Risk Factors Associated With the Presence of Unruptured Intracranial Aneurysms.

Author information

1
From the Department of Neurology, Chosun University Hospital, Gwangju, South Korea (H.G.K.); Departments of Neurology (B.J.K., D.-W.K., J.S.K., S.U.K.) and Health Screening and Promotion Center (M.-J.K.), Asan Medical Center, University of Ulsan College of Medicine, Seoul, South Korea; and Clinical Research Center, Asan Institutes of Life and Science, Seoul, South Korea (J.L.).
2
From the Department of Neurology, Chosun University Hospital, Gwangju, South Korea (H.G.K.); Departments of Neurology (B.J.K., D.-W.K., J.S.K., S.U.K.) and Health Screening and Promotion Center (M.-J.K.), Asan Medical Center, University of Ulsan College of Medicine, Seoul, South Korea; and Clinical Research Center, Asan Institutes of Life and Science, Seoul, South Korea (J.L.). sukwon@amc.seoul.kr.

Abstract

BACKGROUND AND PURPOSE:

With the increased investigation of cerebral arteries using magnetic resonance angiography in the general population, the detection of unruptured intracranial aneurysms (UIAs) has increased.

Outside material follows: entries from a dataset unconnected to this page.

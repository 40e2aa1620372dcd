from __future__ import annotations

import random

import networkx as nx

from dxfcheck.analysis.faults.joined import joined_groups


def test_links_hang_together_by_pairs_and_alone_without() -> None:
    assert joined_groups(range(6), [(4, 1), (1, 3), (3, 4), (0, 5)]) == [(0, 5), (1, 3, 4), (2,)]
    assert joined_groups([], []) == []


def test_groups_are_those_of_a_graph_library() -> None:
    chance = random.Random(3)  # noqa: S311 - a repeatable choice, nothing to guard
    for _ in range(50):
        pairs = [(chance.randrange(30), chance.randrange(30)) for _ in range(chance.randrange(40))]
        graph: nx.Graph[int] = nx.Graph(pairs)
        graph.add_nodes_from(range(30))
        assert set(joined_groups(range(30), pairs)) == {tuple(sorted(part)) for part in nx.connected_components(graph)}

Understanding the distribution and factors associated with UIAs might be helpful for understanding the pathomechanism.

METHODS:

Subjects who underwent magnetic resonance angiography with a health examination at the Health Screening and Promotion Center were enrolled. The incidence and risk factors of UIAs (age, sex, hypertension, diabetes mellitus, smoking, alcohol, and coronary artery disease) were investigated by comparing patients with and without UIAs. These risk factors were also investigated by the UIA location, distal internal carotid artery, anterior cerebral artery and middle cerebral artery (MCA), MCA bifurcation, anterior and posterior communicating artery, and posterior circulation.

RESULTS:

Among 187 166 subjects who received health examination, 18 954 underwent magnetic resonance angiography. Of them, 367 (1.93%) had UIAs. Age (odds ratio [OR], 1.02; P=0.003), women (OR, 2.00; P<0.001), hypertension (OR, 2.21; P<0.001), smoking (OR, 1.66; P=0.001), and coronary artery disease (OR, 0.23; P<0.001) were independently associated with the presence of UIAs. Hypertension was associated with most UIAs, except for those located at sidewalls (anterior cerebral artery and MCA). MCA aneurysms were associated with old age and smoking. Distal internal carotid artery, posterior communicating artery, and MCA-bifurcation aneurysms were associated with female sex. Anterior communicating artery aneurysms were associated with smoking and alcohol. Posterior circulation UIAs were only associated with hypertension. Coronary artery disease was negatively associated with anterior circulation aneurysms.

CONCLUSIONS:

The risk factors for UIAs differ by their location, compared with the control. Interestingly, the presence of coronary artery disease was protective against the presence of UIAs.

KEYWORDS:

circle of Willis; coronary artery disease; intracranial aneurysm; middle cerebral artery; risk factors

PMID:
26451026
DOI:
10.1161/STROKEAHA.115.011351
[Indexed for MEDLINE]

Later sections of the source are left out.